Stored data
----

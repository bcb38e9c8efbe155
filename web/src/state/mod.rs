//! The page's state and the one reducer that changes it. Nothing here touches the browser: texts and events
//! come in as actions, and what has to be stored or computed is read off the state that comes out.

pub mod action;
pub mod choice;
pub mod drag;
pub mod entry;
pub mod field;
pub mod history;
pub mod machine;
pub mod measure;
pub mod notice;
pub mod opened;
pub mod point_figure;
pub mod readings;
#[cfg(test)]
mod tests;
#[cfg(test)]
mod tests_machine;
#[cfg(test)]
mod tests_readings;
#[cfg(test)]
mod tests_wood;
pub mod variant;
pub mod wishes;

use std::rc::Rc;

use spokeshave::fit::Along;
use spokeshave::job::{DEMOS, Job};

pub use action::Action;
pub use choice::{Choice, ControlKind, Running, SettingKind};
pub use drag::{Drag, Held, drawn, follows};
pub use entry::{Draft, Drafts, shown_text};
pub use field::Field;
pub use history::History;
pub use machine::{
    AircraftChoice, AircraftFigure, AircraftKind, AltitudeKind, DragBy, EngineChoice, EngineFigure,
    EngineKind, FuelBy, MakingFigure, WoodChoice, WoodFigure, aircraft_untouched, engine_untouched,
    species_of, wood_of,
};
pub use measure::Measure;
pub use notice::Notice;
pub use opened::{Opened, Part};
pub use point_figure::PointFigure;
pub use readings::{BladeFigure, CarvedChoice, LogFigure, LogbookChoice, between_stations};
pub use variant::{Beside, Variant, Variants};
pub use wishes::{LimitFigure, RpmBound};

use notice::refused;

use crate::units::Units;

/// A job to start from: a plain two-blade propeller of one pitch.
pub const BLANK: &str = include_str!("blank.json");

/// Colours of the page.
#[derive(Clone, Copy, Debug, Default, PartialEq, Eq, serde::Serialize, serde::Deserialize)]
pub enum Theme {
    /// As the device says.
    #[default]
    Auto,
    /// Light.
    Light,
    /// Dark.
    Dark,
}

/// The state of the page.
#[derive(Clone, Debug)]
pub struct State {
    /// The job, its past and its future.
    pub history: History,
    /// Flight point selected.
    pub point: usize,
    /// Station selected.
    pub station: usize,
    /// Texts that are not part of the job.
    pub drafts: Drafts,
    /// A drag that has begun.
    pub drag: Option<Drag>,
    /// Stations on either side that follow a drag.
    pub follow: usize,
    /// Units shown.
    pub units: Units,
    /// Whether the user picked the units.
    pub units_picked: bool,
    /// What the departure map follows.
    pub along: Along,
    /// Colours.
    pub theme: Theme,
    /// Something to say.
    pub notice: Option<Notice>,
    /// The job as it was last opened from or saved as a file.
    pub filed: Option<Rc<Job>>,
    /// Panels that are open.
    pub opened: Opened,
    /// Blades beside the drawn one.
    pub variants: Variants,
}

impl State {
    /// The state with a job.
    #[must_use]
    pub fn new(job: Job) -> Self {
        let units = Units::suiting(job.propeller.diameter_m);
        let (point, station) = places(&job);
        Self {
            history: History::new(job),
            point,
            station,
            drafts: Drafts::new(),
            drag: None,
            follow: 1,
            units,
            units_picked: false,
            along: Along::default(),
            theme: Theme::default(),
            notice: None,
            filed: None,
            opened: Opened::default(),
            variants: Variants::default(),
        }
    }

    /// The state to start with: the job found, else the first example. A job that cannot be read is said. A
    /// page that was saved with a job is a file of that job.
    #[must_use]
    pub fn started(found: Option<&str>, in_file: Option<&str>) -> Self {
        match found.map(Job::from_json) {
            Some(Ok(job)) => {
                let filed = in_file.and_then(|text| Job::from_json(text).ok()).map(Rc::new);
                Self { filed, ..Self::new(job) }
            }
            Some(Err(error)) => {
                let title = "The job kept here cannot be read. It was put aside; an example is shown.";
                Self { notice: Some(refused(title, &error)), ..Self::new(example()) }
            }
            None => Self::new(example()),
        }
    }

    /// The job.
    #[must_use]
    pub fn job(&self) -> &Rc<Job> {
        self.history.job()
    }

    /// Whether the job is as it was last opened from or saved as a file.
    #[must_use]
    pub fn is_filed(&self) -> bool {
        self.filed.as_ref().is_some_and(|filed| filed == self.job())
    }

    /// The state after an action.
    #[must_use]
    pub fn after(&self, action: Action) -> Self {
        let mut next = self.clone();
        next.act(action);
        next.keep_places();
        next
    }

    fn act(&mut self, action: Action) {
        match action {
            Action::Type(..) | Action::Commit(_) | Action::GiveUp(_) => self.enter(action),
            Action::Choose(choice, running) => self.choose(&choice, running),
            Action::SelectPoint(i) => self.point = i,
            Action::SelectStation(i) => self.station = i,
            Action::Outward => self.station += 1,
            Action::Inward => self.station = self.station.saturating_sub(1),
            Action::Take(..)
            | Action::DragTo(_)
            | Action::LetGo
            | Action::PutBack
            | Action::Nudge(..)
            | Action::EndRun => self.drag(&action),
            Action::Follow(span) => self.follow = span.min(5),
            Action::Undo | Action::Redo => self.turn_back(matches!(action, Action::Undo)),
            Action::Open(name, text) => self.open(&name, &text),
            Action::Demo(i) => self.start_from(DEMOS.get(i).map_or(BLANK, |d| d.json), "open an example"),
            Action::Blank => self.start_from(BLANK, "start a new job"),
            Action::Units(units) => self.pick_units(units),
            Action::Along(along) => self.along = along,
            Action::Theme(theme) => self.theme = theme,
            Action::Say(notice) => self.notice = Some(notice),
            Action::Dismiss => self.notice = None,
            Action::Unfold(part, open) => self.opened = self.opened.with(part, open),
            Action::Beside(what) => self.beside(what),
            Action::Saved => self.filed = Some(self.job().clone()),
        }
    }

    fn beside(&mut self, what: Beside) {
        match what {
            Beside::Keep(variant) => self.variants.keep(variant),
            Beside::Compare(which) => self.variants.compared = which,
            Beside::Drop(i) => self.variants.drop(i),
            Beside::Use(i) => self.use_variant(i),
        }
    }

    /// The blade takes the place of the drawn one, if the job allows it as it stands now.
    fn use_variant(&mut self, i: usize) {
        let Some(variant) = self.variants.all.get(i).cloned() else { return };
        let next = variant.of(self.job());
        if let Some(problem) = next.check().first() {
            let title = "The blade was not taken; the drawn one stays.".into();
            self.notice = Some(Notice { title, lines: vec![problem.to_string()] });
            return;
        }
        self.drafts.clear();
        self.step(format!("use {}", variant.name), next);
        self.variants.compared = None;
    }

    /// Picking millimetres or inches leaves the other units free to suit the next job.
    fn pick_units(&mut self, units: Units) {
        self.units_picked |= Units { length: self.units.length, ..units } != self.units;
        self.units = units;
    }

    fn enter(&mut self, action: Action) {
        match action {
            Action::Type(field, text) => {
                self.drafts.insert(field, Draft { text, message: None });
            }
            Action::Commit(field) => self.commit(field),
            Action::GiveUp(field) => {
                self.drafts.remove(&field);
            }
            _ => {}
        }
    }

    fn commit(&mut self, field: Field) {
        let Some(draft) = self.drafts.get_mut(&field) else { return };
        let (job, drawn) = (self.history.job(), drawn(self.history.job()));
        if draft.text == shown_text(job, &drawn, self.units, field) {
            self.drafts.remove(&field);
            return;
        }
        match entry::tried(job, &drawn, self.units, field, &draft.text) {
            Ok(next) => {
                let name = field.name(job);
                self.drafts.remove(&field);
                self.step(name, next);
            }
            Err(message) => draft.message = Some(message),
        }
    }

    /// A change that was taken: what was said of the one before no longer holds.
    fn step(&mut self, name: String, job: Job) {
        self.history.step(name, job);
        self.notice = None;
    }

    fn choose(&mut self, choice: &Choice, running: Running) {
        match choice.made(self.job(), running) {
            Ok(next) => {
                let name = choice.name(self.job());
                self.step(name, next);
                self.follow_choice(choice);
            }
            Err(why) => self.notice = Some(Notice { title: "Nothing was changed.".into(), lines: vec![why] }),
        }
    }

    /// What is selected goes along with what was added or removed; texts that belong to other places go.
    fn follow_choice(&mut self, choice: &Choice) {
        match choice {
            Choice::AddStation(after) => self.station = after + 1,
            Choice::RemoveStation(i) if self.station > *i => self.station -= 1,
            Choice::AddPoint(_) => self.point = self.job().flight_points.len() - 1,
            Choice::RemovePoint(i) if self.point > *i => self.point -= 1,
            Choice::RemoveStation(_)
            | Choice::RemovePoint(_)
            | Choice::Aircraft(_)
            | Choice::Engine(_)
            | Choice::Wood(_)
            | Choice::Carved(_)
            | Choice::Logbook(_) => {}
            _ => return,
        }
        self.drafts.clear();
    }

    fn drag(&mut self, action: &Action) {
        match *action {
            Action::Take(held) => {
                self.select(held);
                self.drag = Some(Drag { held, start: self.job().clone() });
            }
            Action::DragTo(value) => self.drag_to(value),
            Action::LetGo => self.let_go(),
            Action::PutBack => {
                if let Some(drag) = self.drag.take() {
                    self.history.show(drag.start);
                }
            }
            Action::Nudge(held, value) => self.nudge(held, value),
            _ => self.history.end_run(),
        }
    }

    fn drag_to(&mut self, value: f64) {
        let Some(drag) = &self.drag else { return };
        if let Some(job) = drag.held.moved(&drag.start, value, self.follow) {
            self.history.show(Rc::new(job));
        }
    }

    fn let_go(&mut self) {
        let Some(drag) = self.drag.take() else { return };
        let job = self.job().clone();
        self.history.show(drag.start);
        let name = drag.held.field().name(&job);
        self.step(name, Rc::unwrap_or_clone(job));
        self.drafts.clear();
    }

    fn nudge(&mut self, held: Held, value: f64) {
        self.select(held);
        if let Some(job) = held.moved(self.job(), value, self.follow) {
            let field = held.field();
            let name = field.name(&job);
            self.history.small_step(name, job, field);
        }
    }

    /// What is held is what is looked at.
    fn select(&mut self, held: Held) {
        match held {
            Held::Station(station, _) => self.station = station,
            Held::Airspeed(point) => self.point = point,
        }
    }

    fn turn_back(&mut self, back: bool) {
        self.drag = None;
        self.drafts.clear();
        if back {
            self.history.undo();
        } else {
            self.history.redo();
        }
    }

    fn open(&mut self, name: &str, text: &str) {
        match Job::from_json(text) {
            Ok(job) => {
                self.show_new(job, format!("open {name}"));
                self.filed = Some(self.job().clone());
            }
            Err(error) => {
                self.notice =
                    Some(refused(&format!("{name} was not opened. The job on the page stays."), &error));
            }
        }
    }

    fn start_from(&mut self, json: &str, step: &str) {
        if let Ok(job) = Job::from_json(json) {
            self.show_new(job, step.into());
        }
    }

    /// Another job; the one before can be had back by undoing.
    fn show_new(&mut self, job: Job, step: String) {
        if !self.units_picked {
            self.units = Units { length: self.units.length, ..Units::suiting(job.propeller.diameter_m) };
        }
        (self.point, self.station) = places(&job);
        self.variants = Variants::default();
        self.history.step(step, job);
        (self.drag, self.notice) = (None, None);
        self.drafts.clear();
    }

    fn keep_places(&mut self) {
        let job = self.history.job();
        self.point = self.point.min(job.flight_points.len().saturating_sub(1));
        self.station = self.station.min(job.propeller.stations.len().saturating_sub(1));
    }
}

/// The example to start with.
fn example() -> Job {
    // A test of the core reads every example, and one below reads the plain job.
    Job::from_json(DEMOS[0].json).expect("the examples are valid jobs")
}

/// The flight point and the station shown first: the cruise, if one is called so, and the station nearest to
/// three quarters of the radius.
fn places(job: &Job) -> (usize, usize) {
    let off = |f: f64| (f - 0.75).abs();
    let stations = job.propeller.stations.iter().enumerate();
    let near = stations.min_by(|a, b| off(a.1.radius_fraction).total_cmp(&off(b.1.radius_fraction)));
    let cruise = job.flight_points.iter().position(|p| p.name.to_lowercase().contains("cruise"));
    (cruise.unwrap_or(0), near.map_or(0, |(i, _)| i))
}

----

__Work order__. Set down, exactly as they appear, the lines above from the first one to the line that holds "pub mod drag;", both included, please, and no others.

__Task answer__.
repository bcb38e9c8efbe155
filename web/src/state/mod.rs
//! The page's state and the one reducer that changes it. Nothing here touches the browser: texts and events
//! come in as actions, and what has to be stored or computed is read off the state that comes out.

pub mod action;
pub mod choice;
pub mod drag;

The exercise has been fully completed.